Молодой человек побледнел.
— Вашей дочери не место в этих бездарных журналах! Мы напечатаем ее стихи в первом нашем номере!
— Это правильно, — согласился господин. — В первом номере, на первой странице и с цветной фотографией.
— Но мы не собирались выходить в цвете, — неуверенно возразил будущий издатель.
— Собирались, не собирались! Ты мое дитё в цвете представь, на хорошем глянце. А себя хоть на сортирной бумаге печатай.
Тут твидовый господин окончательно потерял к юноше всякий интерес и важно покинул комнату в сопровождении охранника.
Молодой человек подбежал к Джону и схватил его за плечо.
— Какое амбициозное животное! Вы все слышали? Вы презираете меня? Но мне наплевать! Пусть эта свинья запачкает меня грязью. Но по мне, как по мосту, пройдет новое поколение! Сколько одаренных ребят гибнет!
— Собираетесь выпускать журнал?
Вместо ответа будущий издатель опять выхватил из заднего кармана смятый листок и развернул перед Джоном. Половинкин смутился. На фотографии, отпечатанной на ксероксе, сидела на корточках голая женщина с огромным животом.
— Это журнал для беременных? — удивился Джон.
— Это аллегория. Родина-мать накануне творческих родов. Наш журнал называется «Рожай, сука!»
— Смело! — поперхнулся Джон. — А кто сука?
— Родина-мать.
— Не думаю, что ваш меценат будет доволен, увидев стихи своей дочери под такой обложкой.
— Вы правы. — Юноша задумался. — Для первого номера подберем что-нибудь другое. Цветочки, пестики, тычинки… Главное — взорвать тоталитарное сознание! Опрокинуть вертикаль, поменять на горизонталь! Либералам с этим не справиться. Во-первых, они бездарны. Во-вторых, сами по уши в тоталитарном дерьме. Мы…
— Кто это «мы»?
— Мы… постмодернисты.
И он стал бойко швыряться словами, которые сыпались из него, как шарики для пинг-понга. Но половины этих слов Джон не понимал.
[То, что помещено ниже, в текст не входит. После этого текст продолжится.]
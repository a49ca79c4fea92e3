"""The motion net (redact.vision.motion) against the exact paste rectangles of synthetic clips.

The reference is the construction of the clip itself (redact.media.synthetic: the rectangle of
every pasted person pixel per frame), not the code under test. People are scikit-image's
astronaut() (public domain, NASA) and camera() (CC0, Lav Varshney) stills.
"""

from __future__ import annotations

from fractions import Fraction

import numpy as np
import pytest

from redact.errors import InputError
from redact.media import synthetic as syn
from redact.vision.motion import MotionDetector, MotionSettings

FPS = 25


def _walker_scene(height_px: float = 60.0, seconds: float = 3.0, **kw) -> syn.SceneSpec:
    actors = (syn.Actor("astronaut", ((0.0, 200.0, 420.0, height_px), (seconds, 1000.0, 440.0, height_px))),
              syn.Actor("camera", ((0.0, 1100.0, 300.0, height_px * 0.8), (seconds, 400.0, 320.0, height_px * 0.8)),
                        mirror=True))
    return syn.SceneSpec(1280, 720, Fraction(FPS), seconds, actors, background="hall", noise=2.0, **kw)


def _covered(boxes: np.ndarray, rect: np.ndarray, shape) -> float:
    """Fraction of rect [x0, y0, x1, y1) inside the union of boxes."""
    m = np.zeros(shape[:2], bool)
    for x1, y1, x2, y2 in boxes:
        m[int(np.floor(y1)):int(np.ceil(y2)), int(np.floor(x1)):int(np.ceil(x2))] = True
    x0, y0, x1, y1 = rect
    return float(m[y0:y1, x0:x1].mean())


def test_every_walker_lies_inside_moving_blobs_once_learned():
    spec = _walker_scene()
    det = MotionDetector(MotionSettings(), FPS)
    learned = 0
    for img, truth in syn.render_scene(spec):
        fg = det.observe(img)
        if fg.state == "learning":
            continue
        assert fg.state == "ok"
        learned += 1
        for a in np.flatnonzero(truth.visible):
            # blobs are found on a frame reduced 4×: allow their 4-px grid at the rectangle's rim
            assert _covered(fg.boxes, truth.person_rects[a], img.shape) >= 0.9, (truth.frame, a)
    assert learned >= spec.frames - FPS * 1.2  # learning lasts learning_seconds (1 s)


def test_empty_scene_with_camera_shake_has_no_blobs():
    spec = syn.SceneSpec(1280, 720, Fraction(FPS), 2.0, (), background="hall", noise=2.0)
    bg = syn.render_background(spec)
    det = MotionDetector(MotionSettings(), FPS)
    rng = np.random.default_rng(3)
    for i in range(spec.frames):
        dx, dy = (0, 0) if i < 30 else tuple(int(v) for v in rng.integers(-3, 4, 2))  # up to 3 px of shake
        img = np.roll(bg, (dy, dx), axis=(0, 1)).astype(np.float32) + rng.normal(0, 2.0, bg.shape[:2])[:, :, None]
        fg = det.observe(np.clip(img, 0, 255).astype(np.uint8))  # with sensor noise, as a camera has
        if i >= 30:
            assert fg.state == "ok"
            assert len(fg.boxes) == 0, (i, dx, dy, fg.boxes)
            assert abs(fg.shift[0] - dx) <= 2 and abs(fg.shift[1] - dy) <= 2


def test_a_moved_camera_restarts_learning_and_says_so():
    spec = syn.SceneSpec(1280, 720, Fraction(FPS), 2.0, (), background="hall", noise=2.0)
    bg = syn.render_background(spec)
    det = MotionDetector(MotionSettings(), FPS)
    states = [det.observe(bg if i < 30 else np.roll(bg, 90, axis=1)).state for i in range(60)]
    assert states[29] == "ok" and states[30] == "camera_moved"
    assert set(states[31:31 + FPS - 1]) == {"learning"}  # learning_seconds = 1 s
    assert states[-1] == "ok"


def test_whole_frame_light_change_is_a_state_not_blobs():
    spec = syn.SceneSpec(1280, 720, Fraction(FPS), 2.0, (), background="hall", noise=2.0)
    bg = syn.render_background(spec)
    dark = (bg.astype(np.float32) * 0.45).astype(np.uint8)
    det = MotionDetector(MotionSettings(), FPS)
    out = [det.observe(bg if i < 30 else dark) for i in range(45)]
    assert out[30].state == "lighting_change" and len(out[30].boxes) == 0
    assert out[-1].state == "ok" and len(out[-1].boxes) == 0  # relearned the new light


@pytest.mark.parametrize("kw", [dict(analysis_width=10), dict(history_seconds=0), dict(shake=0.6),
                                dict(lighting=0), dict(min_blob=0)])
def test_settings_are_checked(kw):
    with pytest.raises(InputError):
        MotionSettings(**kw)


def test_large_walkers_over_a_still_view_are_not_a_moving_camera():
    """Phase correlation locks onto whatever dominates the picture; walkers a third of the frame
    tall must not read as the camera moving (which would restart learning and flag every frame)."""
    actors = []
    for k in range(3):  # already walking when the clip starts, each from its own side
        a, b = (-32.0, 672.0) if k % 2 == 0 else (672.0, -32.0)
        y, h = 180.0 + 47 * k, 110.0 + 20 * k
        actors.append(syn.Actor(("astronaut", "camera")[k % 2], ((-1.0 - k, a, y, h), (5.0 + k, b, y, h)),
                                mirror=k % 2 == 1))
    spec = syn.SceneSpec(640, 360, Fraction(FPS), 4.0, tuple(actors), background="hall", noise=2.0, blur=0.8)
    det = MotionDetector(MotionSettings(), FPS)
    states = [det.observe(img).state for img, _ in syn.render_scene(spec)]
    assert "camera_moved" not in states
    assert states[FPS * 2:] == ["ok"] * (spec.frames - FPS * 2)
— Простите. Что значит «акции, направленные на разрушение стереотипов сознания»?
Молодой человек ухмыльнулся.
— Например, в воскресенье мы проводим дискотеку на армянском кладбище.
— Почему именно на армянском?
— Вот видите! — засмеялся издатель. — Мне хватило одного слова, чтобы сломать стереотип вашего сознания. Заметьте: вы не спросили меня, почему дискотека будет на кладбище. А стоило бы мне построить фразу иначе: например, дискотека на еврейском кладбище — и ваше сознание возмутилось бы против антисемитизма. Но в нашем случае оно не возмущается, а недоумевает. Привычный стереотип не работает. Конечно, никакой дискотеки не будет. Это фикция, симулякр… Мир — это мое развлечение.
— И это называется постмодернизмом?
— И это называется постмодернизмом.
Молодой человек поскучнел, оставил Джона и расхлябанной походкой направился к дивану, где сидела маленькая некрасивая девица с покрасневшим носиком. Она непрерывно курила, уставившись в угол отрешенным взглядом. При этом взгляд ее говорил: эй вы, обратите внимание, как вы все мне неинтересны! Молодой человек подсел к девице, выхватил из ее пальцев зажженную сигарету и нервно задымил.
Выходя из комнаты, Джон столкнулся с Барским.
— О чем это вы болтали с Крекшиным?
— Крекшиным?
— Вячеслав Крекшин, забавный тип! Приехал из Саратова длинноволосым волжским босяком, похожим на Максима Горького, и перебаламутил половину столичной интеллигенции. Занимается всем подряд: стихами, прозой, сценариями… Издает журналы, организует какие-то «хэппенинги».
— Например?
— Например, в начале перестройки интеллигенция бросилась рассказывать народу о сталинских временах, о том, в каком несчастном положении народ оказался. При этом странным образом благосостояние всезнаек неуклонно росло, а народа — падало. На это обстоятельство старались не обращать внимания, Крекшин же написал, что цена народного трибуна прямо пропорциональна марке его машины и красоте его любовницы. Заметьте, он написал это без гнева. Как бы с одобрением даже. Будь иначе, все завопили бы: ах ты, сукин сын, сталинский прихвостень!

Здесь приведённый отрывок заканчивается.